» **WORK TO COMPLETE**:
Please look for the string "Overrides" below and report every line in which it occurs.

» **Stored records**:
....

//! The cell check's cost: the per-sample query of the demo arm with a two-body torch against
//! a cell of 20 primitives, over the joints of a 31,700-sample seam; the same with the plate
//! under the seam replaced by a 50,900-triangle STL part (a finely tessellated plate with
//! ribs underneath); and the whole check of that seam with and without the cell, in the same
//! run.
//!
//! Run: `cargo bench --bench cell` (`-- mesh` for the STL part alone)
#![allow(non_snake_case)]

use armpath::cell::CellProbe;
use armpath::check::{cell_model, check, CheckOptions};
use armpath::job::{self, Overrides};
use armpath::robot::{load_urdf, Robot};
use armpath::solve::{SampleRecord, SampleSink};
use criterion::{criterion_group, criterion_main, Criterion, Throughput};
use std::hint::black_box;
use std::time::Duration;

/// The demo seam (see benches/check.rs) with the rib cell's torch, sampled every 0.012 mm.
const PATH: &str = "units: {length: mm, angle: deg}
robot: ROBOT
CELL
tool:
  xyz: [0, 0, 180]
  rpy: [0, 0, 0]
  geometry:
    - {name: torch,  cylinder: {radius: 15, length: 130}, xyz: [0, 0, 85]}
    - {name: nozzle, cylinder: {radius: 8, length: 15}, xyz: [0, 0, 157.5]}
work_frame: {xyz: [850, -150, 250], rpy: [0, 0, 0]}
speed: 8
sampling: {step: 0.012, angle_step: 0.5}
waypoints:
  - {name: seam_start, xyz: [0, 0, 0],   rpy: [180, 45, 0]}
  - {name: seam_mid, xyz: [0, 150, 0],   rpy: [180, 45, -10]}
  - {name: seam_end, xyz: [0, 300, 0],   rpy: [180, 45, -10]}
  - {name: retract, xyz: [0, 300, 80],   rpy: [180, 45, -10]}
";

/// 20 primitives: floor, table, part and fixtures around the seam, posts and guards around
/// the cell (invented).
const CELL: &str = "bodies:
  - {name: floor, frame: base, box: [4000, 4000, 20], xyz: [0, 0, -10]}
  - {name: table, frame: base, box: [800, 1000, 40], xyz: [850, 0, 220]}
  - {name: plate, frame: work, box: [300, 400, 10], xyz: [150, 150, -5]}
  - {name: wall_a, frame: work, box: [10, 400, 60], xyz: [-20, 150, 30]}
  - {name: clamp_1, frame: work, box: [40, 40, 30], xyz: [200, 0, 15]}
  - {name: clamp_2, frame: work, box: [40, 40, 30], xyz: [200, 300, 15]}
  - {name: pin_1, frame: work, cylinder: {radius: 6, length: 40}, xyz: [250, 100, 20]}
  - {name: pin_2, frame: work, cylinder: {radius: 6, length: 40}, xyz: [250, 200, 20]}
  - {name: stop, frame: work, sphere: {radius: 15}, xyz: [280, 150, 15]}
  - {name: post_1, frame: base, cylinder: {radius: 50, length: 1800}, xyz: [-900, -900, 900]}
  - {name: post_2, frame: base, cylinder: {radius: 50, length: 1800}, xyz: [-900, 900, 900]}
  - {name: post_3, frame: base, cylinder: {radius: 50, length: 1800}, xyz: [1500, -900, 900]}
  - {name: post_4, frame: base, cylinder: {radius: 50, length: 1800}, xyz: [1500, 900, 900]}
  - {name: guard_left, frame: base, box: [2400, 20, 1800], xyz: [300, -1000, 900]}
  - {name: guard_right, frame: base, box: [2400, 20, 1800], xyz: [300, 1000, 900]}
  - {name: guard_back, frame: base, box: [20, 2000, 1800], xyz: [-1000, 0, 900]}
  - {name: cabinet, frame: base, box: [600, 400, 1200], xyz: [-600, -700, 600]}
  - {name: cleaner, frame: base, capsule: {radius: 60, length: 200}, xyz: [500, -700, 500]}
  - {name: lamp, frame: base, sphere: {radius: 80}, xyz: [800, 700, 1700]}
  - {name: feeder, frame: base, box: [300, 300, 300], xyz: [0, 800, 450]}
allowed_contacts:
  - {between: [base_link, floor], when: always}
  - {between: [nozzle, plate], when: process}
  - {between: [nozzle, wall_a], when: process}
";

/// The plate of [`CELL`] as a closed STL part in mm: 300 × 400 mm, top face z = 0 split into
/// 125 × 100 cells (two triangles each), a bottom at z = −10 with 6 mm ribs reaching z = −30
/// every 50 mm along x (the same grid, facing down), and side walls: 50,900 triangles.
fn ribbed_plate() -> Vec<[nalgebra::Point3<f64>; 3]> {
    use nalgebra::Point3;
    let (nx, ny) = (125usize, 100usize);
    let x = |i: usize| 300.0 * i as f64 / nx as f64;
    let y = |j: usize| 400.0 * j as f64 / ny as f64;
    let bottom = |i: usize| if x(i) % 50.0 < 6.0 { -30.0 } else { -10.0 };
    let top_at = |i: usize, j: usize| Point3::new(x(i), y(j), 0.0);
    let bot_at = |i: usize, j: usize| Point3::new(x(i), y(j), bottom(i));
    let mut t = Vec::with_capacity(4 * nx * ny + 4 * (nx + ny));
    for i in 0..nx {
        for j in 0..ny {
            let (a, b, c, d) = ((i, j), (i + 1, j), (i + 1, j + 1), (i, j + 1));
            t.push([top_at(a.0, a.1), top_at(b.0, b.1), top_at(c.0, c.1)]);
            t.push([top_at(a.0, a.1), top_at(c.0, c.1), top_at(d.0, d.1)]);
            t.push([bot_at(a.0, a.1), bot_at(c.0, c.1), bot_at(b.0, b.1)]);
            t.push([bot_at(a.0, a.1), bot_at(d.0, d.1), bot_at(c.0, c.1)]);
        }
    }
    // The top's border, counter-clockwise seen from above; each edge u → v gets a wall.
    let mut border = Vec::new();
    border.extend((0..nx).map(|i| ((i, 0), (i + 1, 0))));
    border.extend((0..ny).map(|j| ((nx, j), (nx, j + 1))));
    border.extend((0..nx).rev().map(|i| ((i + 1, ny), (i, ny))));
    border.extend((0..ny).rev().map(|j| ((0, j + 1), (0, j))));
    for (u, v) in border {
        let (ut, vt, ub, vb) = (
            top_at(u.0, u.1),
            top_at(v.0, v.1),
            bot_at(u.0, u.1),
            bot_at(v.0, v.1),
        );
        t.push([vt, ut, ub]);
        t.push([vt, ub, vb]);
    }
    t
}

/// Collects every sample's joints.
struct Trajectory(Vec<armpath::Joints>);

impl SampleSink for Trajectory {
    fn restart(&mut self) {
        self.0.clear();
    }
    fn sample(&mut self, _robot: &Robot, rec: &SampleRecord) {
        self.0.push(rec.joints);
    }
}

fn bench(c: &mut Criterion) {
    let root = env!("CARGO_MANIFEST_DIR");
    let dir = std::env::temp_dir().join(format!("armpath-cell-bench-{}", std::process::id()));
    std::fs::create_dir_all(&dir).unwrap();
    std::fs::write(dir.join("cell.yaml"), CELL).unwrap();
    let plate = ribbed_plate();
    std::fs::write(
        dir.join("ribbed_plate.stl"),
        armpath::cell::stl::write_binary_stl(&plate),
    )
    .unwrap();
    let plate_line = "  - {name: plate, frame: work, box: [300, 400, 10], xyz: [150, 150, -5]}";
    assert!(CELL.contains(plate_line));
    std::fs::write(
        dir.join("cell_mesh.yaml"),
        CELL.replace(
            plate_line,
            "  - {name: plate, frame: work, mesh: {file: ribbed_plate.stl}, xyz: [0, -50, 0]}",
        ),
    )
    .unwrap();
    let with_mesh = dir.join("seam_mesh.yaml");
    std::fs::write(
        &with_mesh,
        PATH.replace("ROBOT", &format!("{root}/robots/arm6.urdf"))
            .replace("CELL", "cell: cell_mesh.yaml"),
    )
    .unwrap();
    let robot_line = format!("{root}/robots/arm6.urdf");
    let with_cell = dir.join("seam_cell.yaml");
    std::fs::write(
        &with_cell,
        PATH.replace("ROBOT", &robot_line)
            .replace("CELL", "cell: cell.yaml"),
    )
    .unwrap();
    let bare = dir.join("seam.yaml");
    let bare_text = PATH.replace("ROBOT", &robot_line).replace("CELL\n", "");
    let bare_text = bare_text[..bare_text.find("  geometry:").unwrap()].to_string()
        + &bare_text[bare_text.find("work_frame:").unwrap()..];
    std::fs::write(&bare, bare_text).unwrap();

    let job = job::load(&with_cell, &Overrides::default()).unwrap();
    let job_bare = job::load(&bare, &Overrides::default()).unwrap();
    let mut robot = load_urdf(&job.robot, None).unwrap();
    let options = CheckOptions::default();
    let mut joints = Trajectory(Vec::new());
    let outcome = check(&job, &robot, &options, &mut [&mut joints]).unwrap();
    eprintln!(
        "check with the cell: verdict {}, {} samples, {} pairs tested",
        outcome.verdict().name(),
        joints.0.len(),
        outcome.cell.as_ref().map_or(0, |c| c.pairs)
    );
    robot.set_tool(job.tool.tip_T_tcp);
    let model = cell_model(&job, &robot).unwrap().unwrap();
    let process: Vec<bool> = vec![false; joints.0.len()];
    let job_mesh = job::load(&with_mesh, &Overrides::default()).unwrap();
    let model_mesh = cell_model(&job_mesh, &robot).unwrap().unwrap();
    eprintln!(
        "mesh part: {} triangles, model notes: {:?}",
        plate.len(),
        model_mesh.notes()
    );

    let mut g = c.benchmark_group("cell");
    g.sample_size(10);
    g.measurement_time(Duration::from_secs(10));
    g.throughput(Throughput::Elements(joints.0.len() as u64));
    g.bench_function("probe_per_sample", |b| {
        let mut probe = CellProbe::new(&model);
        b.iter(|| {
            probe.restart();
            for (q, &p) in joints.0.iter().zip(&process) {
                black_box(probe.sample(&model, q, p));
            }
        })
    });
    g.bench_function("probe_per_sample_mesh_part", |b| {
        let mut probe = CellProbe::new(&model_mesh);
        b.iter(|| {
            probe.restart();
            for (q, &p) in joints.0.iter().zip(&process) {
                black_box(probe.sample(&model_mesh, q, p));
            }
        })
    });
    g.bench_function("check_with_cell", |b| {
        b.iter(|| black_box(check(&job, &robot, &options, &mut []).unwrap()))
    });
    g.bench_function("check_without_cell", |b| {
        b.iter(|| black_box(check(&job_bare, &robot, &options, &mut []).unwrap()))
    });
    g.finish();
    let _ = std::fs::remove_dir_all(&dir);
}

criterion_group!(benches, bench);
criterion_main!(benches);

....

» **YOUR RESPONSE**:
use armpath::job::{self, Overrides};
    let job = job::load(&with_cell, &Overrides::default()).unwrap();
    let job_bare = job::load(&bare, &Overrides::default()).unwrap();
    let job_mesh = job::load(&with_mesh, &Overrides::default()).unwrap();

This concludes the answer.